_What the task asks_
In the records below, begin at the line containing "it('lists every SQL" and end at the line containing "same bound values."; quote every line in that span exactly, including both boundary lines, and no others.

_Record excerpts_

—————

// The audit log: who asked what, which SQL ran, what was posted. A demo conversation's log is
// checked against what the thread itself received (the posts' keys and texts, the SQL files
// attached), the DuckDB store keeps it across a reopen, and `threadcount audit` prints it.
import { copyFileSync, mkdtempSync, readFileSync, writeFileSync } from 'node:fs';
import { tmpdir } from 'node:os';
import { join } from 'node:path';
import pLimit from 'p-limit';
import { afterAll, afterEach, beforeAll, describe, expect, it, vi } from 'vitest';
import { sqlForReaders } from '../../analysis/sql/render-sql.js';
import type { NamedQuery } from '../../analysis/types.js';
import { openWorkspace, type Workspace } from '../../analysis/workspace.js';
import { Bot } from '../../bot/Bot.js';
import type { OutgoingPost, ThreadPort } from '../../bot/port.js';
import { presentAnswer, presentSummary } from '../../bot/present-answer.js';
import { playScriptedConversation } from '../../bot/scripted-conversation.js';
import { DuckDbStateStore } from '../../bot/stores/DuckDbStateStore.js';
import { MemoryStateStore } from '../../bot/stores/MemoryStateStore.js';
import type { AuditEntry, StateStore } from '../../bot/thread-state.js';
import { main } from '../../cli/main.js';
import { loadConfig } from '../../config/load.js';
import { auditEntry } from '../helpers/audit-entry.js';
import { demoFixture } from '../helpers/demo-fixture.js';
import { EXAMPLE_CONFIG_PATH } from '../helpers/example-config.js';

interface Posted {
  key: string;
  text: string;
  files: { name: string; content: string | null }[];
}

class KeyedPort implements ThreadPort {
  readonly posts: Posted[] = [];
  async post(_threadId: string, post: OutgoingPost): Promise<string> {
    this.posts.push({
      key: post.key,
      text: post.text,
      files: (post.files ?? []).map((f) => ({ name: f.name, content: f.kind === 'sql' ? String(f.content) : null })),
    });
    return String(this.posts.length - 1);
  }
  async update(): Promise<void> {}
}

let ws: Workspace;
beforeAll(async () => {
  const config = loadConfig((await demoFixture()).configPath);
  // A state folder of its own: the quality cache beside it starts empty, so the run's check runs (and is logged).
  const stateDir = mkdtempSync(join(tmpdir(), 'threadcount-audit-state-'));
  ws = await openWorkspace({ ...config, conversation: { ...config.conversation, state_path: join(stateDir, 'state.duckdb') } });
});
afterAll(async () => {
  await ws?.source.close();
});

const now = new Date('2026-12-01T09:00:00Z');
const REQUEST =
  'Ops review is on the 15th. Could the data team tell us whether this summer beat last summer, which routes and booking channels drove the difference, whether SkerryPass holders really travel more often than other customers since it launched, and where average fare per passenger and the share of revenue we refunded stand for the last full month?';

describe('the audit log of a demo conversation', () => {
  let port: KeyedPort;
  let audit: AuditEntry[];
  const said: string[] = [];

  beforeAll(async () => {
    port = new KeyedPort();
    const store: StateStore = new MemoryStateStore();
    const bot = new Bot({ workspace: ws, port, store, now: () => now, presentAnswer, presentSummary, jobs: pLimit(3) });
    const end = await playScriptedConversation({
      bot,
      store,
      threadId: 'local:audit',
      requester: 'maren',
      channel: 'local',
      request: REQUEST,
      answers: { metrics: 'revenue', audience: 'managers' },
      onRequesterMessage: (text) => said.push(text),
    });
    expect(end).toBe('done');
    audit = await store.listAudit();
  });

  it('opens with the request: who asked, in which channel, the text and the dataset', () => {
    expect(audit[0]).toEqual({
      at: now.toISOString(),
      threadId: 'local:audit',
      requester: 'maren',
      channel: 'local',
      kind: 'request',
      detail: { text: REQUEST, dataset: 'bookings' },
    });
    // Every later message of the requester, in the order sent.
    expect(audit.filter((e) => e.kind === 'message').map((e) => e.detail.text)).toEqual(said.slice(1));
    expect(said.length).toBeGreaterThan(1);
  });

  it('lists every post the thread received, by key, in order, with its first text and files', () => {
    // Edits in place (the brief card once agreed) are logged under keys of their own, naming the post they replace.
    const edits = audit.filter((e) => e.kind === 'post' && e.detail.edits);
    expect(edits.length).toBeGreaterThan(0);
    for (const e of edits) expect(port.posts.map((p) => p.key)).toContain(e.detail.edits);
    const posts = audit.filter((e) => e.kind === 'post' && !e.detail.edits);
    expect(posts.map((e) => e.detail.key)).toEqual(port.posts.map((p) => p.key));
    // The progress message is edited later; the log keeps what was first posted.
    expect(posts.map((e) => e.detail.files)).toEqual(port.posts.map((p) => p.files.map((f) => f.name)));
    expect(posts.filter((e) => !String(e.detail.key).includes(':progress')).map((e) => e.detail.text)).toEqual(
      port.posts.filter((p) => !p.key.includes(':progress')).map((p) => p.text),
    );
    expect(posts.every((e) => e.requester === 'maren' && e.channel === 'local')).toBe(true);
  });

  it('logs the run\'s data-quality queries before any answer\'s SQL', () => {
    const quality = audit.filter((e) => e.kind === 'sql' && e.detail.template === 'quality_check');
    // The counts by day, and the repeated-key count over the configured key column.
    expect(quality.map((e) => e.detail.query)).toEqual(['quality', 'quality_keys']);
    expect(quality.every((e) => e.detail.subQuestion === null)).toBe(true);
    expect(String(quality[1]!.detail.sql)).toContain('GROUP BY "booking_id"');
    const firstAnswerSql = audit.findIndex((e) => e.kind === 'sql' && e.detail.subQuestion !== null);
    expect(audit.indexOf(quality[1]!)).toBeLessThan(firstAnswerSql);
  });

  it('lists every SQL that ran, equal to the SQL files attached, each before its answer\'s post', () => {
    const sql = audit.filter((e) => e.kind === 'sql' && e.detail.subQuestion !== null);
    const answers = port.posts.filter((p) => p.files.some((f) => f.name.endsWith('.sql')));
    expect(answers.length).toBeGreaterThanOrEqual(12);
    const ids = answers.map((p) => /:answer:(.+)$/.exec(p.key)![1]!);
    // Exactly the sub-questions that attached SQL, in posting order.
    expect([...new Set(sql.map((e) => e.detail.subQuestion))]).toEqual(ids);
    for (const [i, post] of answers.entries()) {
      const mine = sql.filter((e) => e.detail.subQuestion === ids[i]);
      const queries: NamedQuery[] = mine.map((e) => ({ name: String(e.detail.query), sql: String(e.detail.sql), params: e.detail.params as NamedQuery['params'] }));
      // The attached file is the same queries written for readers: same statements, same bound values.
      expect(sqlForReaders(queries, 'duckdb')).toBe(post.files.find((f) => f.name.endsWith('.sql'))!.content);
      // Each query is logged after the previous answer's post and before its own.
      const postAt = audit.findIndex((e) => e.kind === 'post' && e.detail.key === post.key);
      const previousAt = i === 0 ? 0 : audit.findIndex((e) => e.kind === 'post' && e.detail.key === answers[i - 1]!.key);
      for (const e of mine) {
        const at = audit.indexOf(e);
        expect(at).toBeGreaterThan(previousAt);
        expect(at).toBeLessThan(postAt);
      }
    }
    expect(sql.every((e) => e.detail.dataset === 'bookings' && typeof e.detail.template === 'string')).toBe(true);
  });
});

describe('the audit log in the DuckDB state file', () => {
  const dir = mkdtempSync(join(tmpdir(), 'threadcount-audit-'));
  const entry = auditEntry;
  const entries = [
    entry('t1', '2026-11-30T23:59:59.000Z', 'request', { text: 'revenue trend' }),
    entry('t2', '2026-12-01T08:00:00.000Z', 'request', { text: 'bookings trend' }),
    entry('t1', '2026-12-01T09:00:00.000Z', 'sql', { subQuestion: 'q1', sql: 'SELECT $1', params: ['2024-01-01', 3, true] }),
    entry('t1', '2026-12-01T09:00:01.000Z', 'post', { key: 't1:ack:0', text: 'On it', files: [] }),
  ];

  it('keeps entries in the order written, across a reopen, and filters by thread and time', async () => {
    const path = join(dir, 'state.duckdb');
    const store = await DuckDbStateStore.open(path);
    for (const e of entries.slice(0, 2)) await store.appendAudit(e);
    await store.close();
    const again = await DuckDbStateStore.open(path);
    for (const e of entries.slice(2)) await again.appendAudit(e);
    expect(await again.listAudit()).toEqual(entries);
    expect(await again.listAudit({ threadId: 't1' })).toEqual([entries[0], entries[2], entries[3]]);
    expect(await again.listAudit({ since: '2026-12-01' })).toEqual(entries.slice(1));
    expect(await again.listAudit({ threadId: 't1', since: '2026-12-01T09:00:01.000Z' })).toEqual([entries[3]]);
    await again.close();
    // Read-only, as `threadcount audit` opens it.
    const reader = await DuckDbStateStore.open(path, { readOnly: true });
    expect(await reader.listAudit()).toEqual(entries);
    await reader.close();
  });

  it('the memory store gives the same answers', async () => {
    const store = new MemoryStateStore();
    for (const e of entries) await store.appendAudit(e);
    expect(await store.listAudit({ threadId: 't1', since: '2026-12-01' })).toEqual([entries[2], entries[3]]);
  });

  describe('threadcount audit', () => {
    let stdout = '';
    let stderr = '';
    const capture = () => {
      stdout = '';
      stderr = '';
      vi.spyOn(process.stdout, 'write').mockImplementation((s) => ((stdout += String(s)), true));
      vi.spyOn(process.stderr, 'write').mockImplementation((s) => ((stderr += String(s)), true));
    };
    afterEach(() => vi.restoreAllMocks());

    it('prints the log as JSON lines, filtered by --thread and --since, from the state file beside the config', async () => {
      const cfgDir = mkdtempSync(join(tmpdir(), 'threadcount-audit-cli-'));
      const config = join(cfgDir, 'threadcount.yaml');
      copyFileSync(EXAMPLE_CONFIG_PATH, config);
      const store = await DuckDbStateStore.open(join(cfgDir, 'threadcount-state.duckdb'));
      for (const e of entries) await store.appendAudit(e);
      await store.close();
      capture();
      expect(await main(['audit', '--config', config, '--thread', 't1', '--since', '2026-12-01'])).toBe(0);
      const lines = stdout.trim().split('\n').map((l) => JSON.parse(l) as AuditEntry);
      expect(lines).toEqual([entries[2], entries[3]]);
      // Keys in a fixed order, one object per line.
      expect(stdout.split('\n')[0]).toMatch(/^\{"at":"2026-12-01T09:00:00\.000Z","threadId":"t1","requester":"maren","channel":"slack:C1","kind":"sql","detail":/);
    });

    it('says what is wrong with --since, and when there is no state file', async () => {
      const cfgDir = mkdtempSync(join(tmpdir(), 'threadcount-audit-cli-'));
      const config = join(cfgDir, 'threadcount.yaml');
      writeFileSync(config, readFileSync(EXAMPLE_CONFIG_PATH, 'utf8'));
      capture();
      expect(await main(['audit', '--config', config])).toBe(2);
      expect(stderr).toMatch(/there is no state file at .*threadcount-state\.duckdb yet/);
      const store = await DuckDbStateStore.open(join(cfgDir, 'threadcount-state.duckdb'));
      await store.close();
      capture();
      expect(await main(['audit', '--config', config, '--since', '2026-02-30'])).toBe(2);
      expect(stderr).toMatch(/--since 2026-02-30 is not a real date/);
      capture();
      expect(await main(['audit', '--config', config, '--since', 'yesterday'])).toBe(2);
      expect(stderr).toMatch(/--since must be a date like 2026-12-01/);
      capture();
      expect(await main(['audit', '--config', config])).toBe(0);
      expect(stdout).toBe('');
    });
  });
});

—————

_Exercise output_
  it('lists every SQL that ran, equal to the SQL files attached, each before its answer\'s post', () => {
    const sql = audit.filter((e) => e.kind === 'sql' && e.detail.subQuestion !== null);
    const answers = port.posts.filter((p) => p.files.some((f) => f.name.endsWith('.sql')));
    expect(answers.length).toBeGreaterThanOrEqual(12);
    const ids = answers.map((p) => /:answer:(.+)$/.exec(p.key)![1]!);
    // Exactly the sub-questions that attached SQL, in posting order.
    expect([...new Set(sql.map((e) => e.detail.subQuestion))]).toEqual(ids);
    for (const [i, post] of answers.entries()) {
      const mine = sql.filter((e) => e.detail.subQuestion === ids[i]);
      const queries: NamedQuery[] = mine.map((e) => ({ name: String(e.detail.query), sql: String(e.detail.sql), params: e.detail.params as NamedQuery['params'] }));
      // The attached file is the same queries written for readers: same statements, same bound values.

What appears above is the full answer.